53/69 Wednesday, January 28, 2026
Microsoft has released an out-of-band security update to address an actively exploited zero-day vulnerability in Microsoft Office, tracked as CVE-2026-21509. The vulnerability affects multiple Office versions, including Office 2016, Office 2019, Office LTSC 2021, Office LTSC 2024, and Microsoft 365 Apps for Enterprise.
According to Microsoft, the flaw is classified as a Security Feature Bypass vulnerability, caused by the application relying on untrusted input when making security decisions. This allows attackers to bypass built-in security protections by delivering a maliciously crafted Office document and tricking victims into opening it.
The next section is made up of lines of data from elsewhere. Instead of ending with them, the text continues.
using System.Collections.Immutable;
using System.Globalization;
using MemberScan.Model.Verdicts;
using MemberScan.Screening.Record;

namespace MemberScan.Screening.Comparison;

/// <summary>Compares two finished screenings.</summary>
public static class RunComparison
{
    /// <summary>Lengths that differ by less [m] are alike.</summary>
    public const double SameLength = 1e-4;

    /// <summary>The comparison; the same records give the same one.</summary>
    public static ComparisonRecord Of(ScreeningRecord earlier, ScreeningRecord later)
    {
        ArgumentNullException.ThrowIfNull(earlier);
        ArgumentNullException.ThrowIfNull(later);
        var matches = MemberMatcher.Match(earlier, later);
        var found = new HashSet<MemberResult>(matches.Values.Select(m => m.Earlier), ReferenceEqualityComparer.Instance);
        var movements = later.Members.Select(now => matches.TryGetValue(now, out var match) ? Both(match.Earlier, now, match.By) : new MemberMovement(null, now, null, Movement.New, []))
            .Concat(earlier.Members.Where(m => !found.Contains(m)).Select(then => new MemberMovement(then, null, null, Movement.Gone, [])));
        return new ComparisonRecord(earlier, later, [.. movements.OrderBy(m => m.Movement)], [.. RunChanges(earlier, later)]);
    }

    private static MemberMovement Both(MemberResult then, MemberResult now, MatchedBy by)
    {
        var changes = Changes(then, now).ToImmutableArray();
        var movement = (then.Verdict, now.Verdict) switch
        {
            (Verdict.Overstressed, Verdict.Overstressed) => Movement.StillOverstressed,
            (_, Verdict.Overstressed) => Movement.BecameOverstressed,
            (Verdict.Overstressed, Verdict.WithinLimit) => Movement.Cured,
            (Verdict.NotChecked, Verdict.WithinLimit) => Movement.NowWithinLimit,
            (not Verdict.NotChecked, Verdict.NotChecked) => Movement.NoLongerChecked,
            _ => changes.IsEmpty ? Movement.Unchanged : Movement.ChangedInput,
        };
        return new MemberMovement(then, now, by, movement, changes);
    }

    private static IEnumerable<InputChange> Changes(MemberResult then, MemberResult now)
    {
        var marks = then.Inputs is { } before && now.Inputs is { } after ? before.Differing(after).ToHashSet(StringComparer.Ordinal) : [];
        if (then.Section != now.Section || marks.Contains("section")) yield return new InputChange("section", then.Section, now.Section);
        if (then.Material != now.Material || then.Strength != now.Strength || marks.Contains("material")) yield return new InputChange("material", MaterialOf(then), MaterialOf(now));
        if (then.Length is null != now.Length is null || Math.Abs((then.Length ?? 0) - (now.Length ?? 0)) > SameLength) yield return new InputChange("length", LengthOf(then), LengthOf(now));
        if (marks.Contains("forces")) yield return new InputChange("forces", ForcesOf(then), ForcesOf(now));
        if (marks.Contains("limit")) yield return new InputChange("limit", then.Governing?.Criterion ?? "", now.Governing?.Criterion ?? "");
    }

    private static string MaterialOf(MemberResult member) =>
        member.Strength is { } strength ? string.Create(CultureInfo.InvariantCulture, $"{member.Material} fy {strength / 1e6:0.###} MPa") : member.Material;

    private static string LengthOf(MemberResult member) => member.Length is { } length ? string.Create(CultureInfo.InvariantCulture, $"{length:0.####} m") : "";

    private static string ForcesOf(MemberResult member) => member.Governing is not { } governing ? "" : string.Create(CultureInfo.InvariantCulture,
        $"{governing.Situation} at {governing.Station:0.###} m: N {governing.Forces.N / 1e3:0.###} kN, Vy {governing.Forces.Vy / 1e3:0.###} kN, Vz {governing.Forces.Vz / 1e3:0.###} kN, T {governing.Forces.T / 1e3:0.####} kN·m, My {governing.Forces.My / 1e3:0.####} kN·m, Mz {governing.Forces.Mz / 1e3:0.####} kN·m");

    private static IEnumerable<string> RunChanges(ScreeningRecord then, ScreeningRecord now)
    {
        if (then.Version != now.Version) yield return $"program version {then.Version} → {now.Version}";
        if (then.Model.Sha256 == now.Model.Sha256) yield return "the same model";
        if (!then.Model.ReadToEnd) yield return "the earlier model could not be read to its end";
        if (!now.Model.ReadToEnd) yield return "the later model could not be read to its end";
        if (!then.ForcesFiles.Select(f => f.Sha256).SequenceEqual(now.ForcesFiles.Select(f => f.Sha256))) yield return "other forces tables";
        foreach (var (a, b) in then.Basis.Zip(now.Basis)) if (a.Text != b.Text) yield return $"{b.Kind}: {a.Text} → {b.Text}";
        var before = then.Settings.GroupBy(s => s.Key, StringComparer.Ordinal).ToDictionary(g => g.Key, g => g.First().Value, StringComparer.Ordinal);
        foreach (var setting in now.Settings)
            if (before.GetValueOrDefault(setting.Key) is var old && old != setting.Value) yield return $"{setting.Key}: {old ?? "not known"} → {setting.Value}";
    }
}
Microsoft confirmed that the Preview Pane is not affected and cannot be used as an attack vector. However, the company has not yet disclosed detailed technical information about the attacks observed in the wild.
The update mitigates issues related to bypassing OLE and COM control protections in Office, which could otherwise allow risky controls to be executed. For Office 2021 and newer versions, protection is applied automatically via a service-side fix once the application is restarted. Users of Office 2016 and Office 2019, however, must install upcoming security updates or manually configure Windows Registry settings to block vulnerable COM/OLE controls. Microsoft advises users to back up the registry before making changes and to restart Office applications after applying the mitigation.